Task material:
// The Review screen's view — what its last frame drew, as plain data: the plot's axes (time and cents to pixels),
// where each held note's mark sits, the selected note and the takes listed. Tests read it to check that the trace
// and the marks sit where the numbers say. Thread: the control thread (the frame loop); valid after the screen's
// build() and until the next one.
#pragma once

#include "ui/screens/screen.h"

#include <string>
#include <vector>

namespace beatless::ui {

struct ReviewMarkView {
    int note = 0;              // index into the take's notes
    float x0 = 0, x1 = 0;      // pixels: the note's start and end
    float y = 0;               // pixels: its measured centre
    double cents = 0.0;        // the centre, cents above the root (two voices: the upper voice above the reference)
    float y_low = 0;           // two voices: pixels of the lower voice
    double low_cents = 0.0;    // two voices: the lower voice, cents above the reference
    double dev_cents = 0.0;    // against the judged target (NaN between targets or unsure)
    bool unsure = false;       // no deviation: its dropouts may have moved it (pitch::judge_dropouts)
    std::uint32_t colour = 0;  // the mark's colour
};

struct ReviewLineView {  // a target line of the one-voice plot
    float y = 0;         // pixels
    double cents = 0.0;  // cents above the root
    std::string label;   // as drawn at its left ("5/4 +1oct", as analyze names a note matched there), or "" when
                         // a nearer line's label took the room
    float label_x0 = 0, label_y0 = 0, label_x1 = 0, label_y1 = 0;  // the label's box, pixels
};

struct ReviewView {
    bool open = false;               // a take is open and analysed
    bool reading = false;            // a take is being opened (read and analysed on the worker)
    std::string title;               // its file name
    float plot_x0 = 0, plot_x1 = 0;  // pixels of the plot's inner box
    float plot_y0 = 0, plot_y1 = 0;
    double t0_s = 0.0, t1_s = 0.0;          // time at plot_x0 and plot_x1
    double cents_lo = 0.0, cents_hi = 0.0;  // cents at plot_y1 and plot_y0
    std::vector<ReviewMarkView> marks;      // the notes in view
    std::vector<ReviewLineView> lines;      // one voice: the target lines in view, each in its octave
    std::vector<ReviewMarkView> hidden;     // voices hidden on a drone partial, in view (outlined; note =
                                            //   index into the analysis's on_partials, dev_cents NaN)
    std::vector<std::string> hidden_words;  // their lines as analyze prints them (all, in view or not)
    int selected = -1;                      // the selected note, -1 for none
    std::vector<std::string> takes;         // the list's rows as drawn
    std::string heading;                    // the selected item's heading ("Note 2 of 3   2.25 - 3.85 s"), or ""
    std::string against;                    // what it is judged against ("against 14/5, ..."), or ""
    std::string remark;                     // the note's remark line ("meant 3/2 +1oct, sung ..."), or ""
    std::vector<std::string> summary_rows;  // the Per target panel's target names as drawn (all rows, shown or not)
    float x_of(double t_s) const {
        return plot_x0 + static_cast<float>((t_s - t0_s) / (t1_s - t0_s)) * (plot_x1 - plot_x0);
    }
    float y_of(double cents) const {
        return plot_y1 - static_cast<float>((cents - cents_lo) / (cents_hi - cents_lo)) * (plot_y1 - plot_y0);
    }
};

std::unique_ptr<Screen> make_review_screen();
// The view of a Review screen; nullptr for another screen.
const ReviewView* review_view(const Screen& screen);
// Selects a note and zooms the view to `span_s` seconds around it (tests, snapshots); -1 selects none.
void review_select(Screen& screen, int note, double span_s);
// Writes the open take's report PNG, CSV and JSON beside it, as the screen's Export button does (tests).
void review_export(Screen& screen, AppState& app);

}  // namespace beatless::ui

Requirement:
Each line from the one with "-1 selects none." to the end of the material should be duplicated exactly, and no other line.

Exercise solution:
// Selects a note and zooms the view to `span_s` seconds around it (tests, snapshots); -1 selects none.
void review_select(Screen& screen, int note, double span_s);
// Writes the open take's report PNG, CSV and JSON beside it, as the screen's Export button does (tests).
void review_export(Screen& screen, AppState& app);

}  // namespace beatless::ui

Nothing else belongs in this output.